Tantissimi temi trattati, molto equilibrio nel farlo, ma soprattutto alcune posizioni molto chiare sul panorama generale della situazione in Turkish Airlines Euroleague.

 

 

Sulle decisioni delle ultime riunioni di Eurolega, poi a volte trattate diversamente a mezzo stampa da alcuni protagonisti…

«La forza  dell’Eurolega è stata ed è la capacità di scegliere e decidere insieme. La discussione sulla situazione attuale è stata condivisa. Il piano di lavoro è concordato nella massima trasparenza. La priorità è la salute dei protagonisti e di tutti».

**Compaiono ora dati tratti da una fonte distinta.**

/* Method a.backpressure-factor: Kb of balanced valves in gas service from the curves of the standard. */
import { type Method } from '../../catalog/types';
import { interpolate } from '../../numeric';
import { type SheetBuilder, workSheet } from '../../sheet';
import { input, output } from '../common/describe';
import { systemOf, SYSTEM_UNITS } from '../common/system';
import { gaugePressure } from '../common/pressures';
import { KB_10, KB_16 } from './kb-curves';

/** The overpressures the curves are drawn for. */
const CURVES = [
  { overpressure: 0.1, curve: KB_10 },
  { overpressure: 0.16, curve: KB_16 },
  { overpressure: 0.21, curve: undefined },
] as const;

/**
 * Kb of a balanced valve by the standard's curve; `percent` = 100 × gauge back pressure / gauge set pressure,
 * `overpressure` 0.10, 0.16 or 0.21. Undefined above 50 % or at another overpressure. 2 % reading accuracy.
 */
export function balancedKb(percent: number, overpressure: number): number | undefined {
  const row = CURVES.find((c) => Math.abs(c.overpressure - overpressure) < 1e-6);
  if (!row || percent > 50 || percent < 0) return undefined;
  if (!row.curve) return 1;
  const [first = 0, last = 0] = [row.curve.x[0], row.curve.x.at(-1)];
  if (percent < first) return 1;
  return interpolate(row.curve, Math.min(percent, last));
}

/** Reads the curve, or refuses outside of it. */
function curveStep(sheet: SheetBuilder, percent: number, overpressure: number): number {
  const Kb = balancedKb(percent, overpressure);
  if (Kb === undefined) {
    const text =
      'The curves for Kb reach from 0 to 50 % back pressure and are drawn for 10, 16 and 21 % overpressure; use the maker’s curve outside of them.';
    sheet.refuse('OUTSIDE_CURVE', percent > 50 || percent < 0 ? 'back_pressure' : 'overpressure', text);
  }
  return sheet.step(
    {
      key: 'Kb',
      tex: 'K_b',
      meaning: 'back-pressure factor read from the curve',
      value: Kb,
      unit: '-',
      clause: 'API 520-1, figure for Kb',
    },
    (v) => `\\text{curve at } ${v('percent')}\\,\\%`,
  );
}

/** a.backpressure-factor: Kb of a balanced valve in gas service. */
export const GAS_BACKPRESSURE: Method = {
  id: 'a.backpressure-factor',
  version: 1,
  topic: 'a.backpressure-factor',
  title: 'Back-pressure factor Kb of balanced valves (gas)',
  editions: ['API 520-1, 7th to 10th edition'],
  source: 'API Standard 520 Part I, figure for Kb, as digitised in the open library CalebBell/fluids',
  validity:
    'Back pressure up to 50 % of set, overpressure 10, 16 or 21 %; set pressures above 50 psig; chart reading 2 %. The maker’s curve takes precedence.',
  inputs: [
    input('set_pressure', 'set pressure', 'pressure-gauge', { rangeKey: 'setPressure' }),
    input('back_pressure', 'total back pressure', 'pressure-gauge'),
    input('overpressure', 'overpressure as a fraction of set', 'dimensionless', { rangeKey: 'overpressure' }),
  ],
  outputs: [
    output('gauge_back_pressure_percent', 'back pressure in percent of set, both gauge', 'dimensionless'),
    output('Kb', 'back-pressure factor', 'dimensionless'),
  ],
  work(inputs, edition) {
    return workSheet(this, inputs, edition, (sheet) => {
      const system = systemOf(inputs, ['set_pressure']);
      const set = sheet.number('set_pressure', SYSTEM_UNITS[system].Pg, { above: 0 }, 'p_{set}');
      const back = gaugePressure(sheet, 'back_pressure', 'p_b', system);
      const overpressure = sheet.number('overpressure', '-', { min: 0 }, 'x_{over}');
      const percent = sheet.step(
        {
          key: 'percent',
          tex: 'b',
          meaning: 'gauge back pressure in percent of set',
          value: (100 * back) / set,
          unit: '%',
        },
        (v) => `100 \\cdot \\frac{${v('back_pressure')}}{${v('set_pressure')}}`,
      );
      sheet.output('gauge_back_pressure_percent', percent, '%');
      const Kb = curveStep(sheet, percent, overpressure);
      sheet.output('Kb', Kb);
    });
  },
};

«Cerchiamo come ogni organizzazione di proteggere gli assets economici del nostro prodotto. Minimizzare il danno della crisi pandemica è fondamentale. Ma oggi abbiamo mille questioni che non hanno ancora una risposta, dipenderà dal futuro».

«Decidiamo cercando di raggiungere l’unanimità, altrimenti vi è una maggioranza, che rispetta le idee costruttive di chi non è d’accordo. Ma sul voler riprendere la stagione non ci sono stati “se” e “ma”, la fotografia della posizione dei club è omogenea, tutti conoscono bene la situazione».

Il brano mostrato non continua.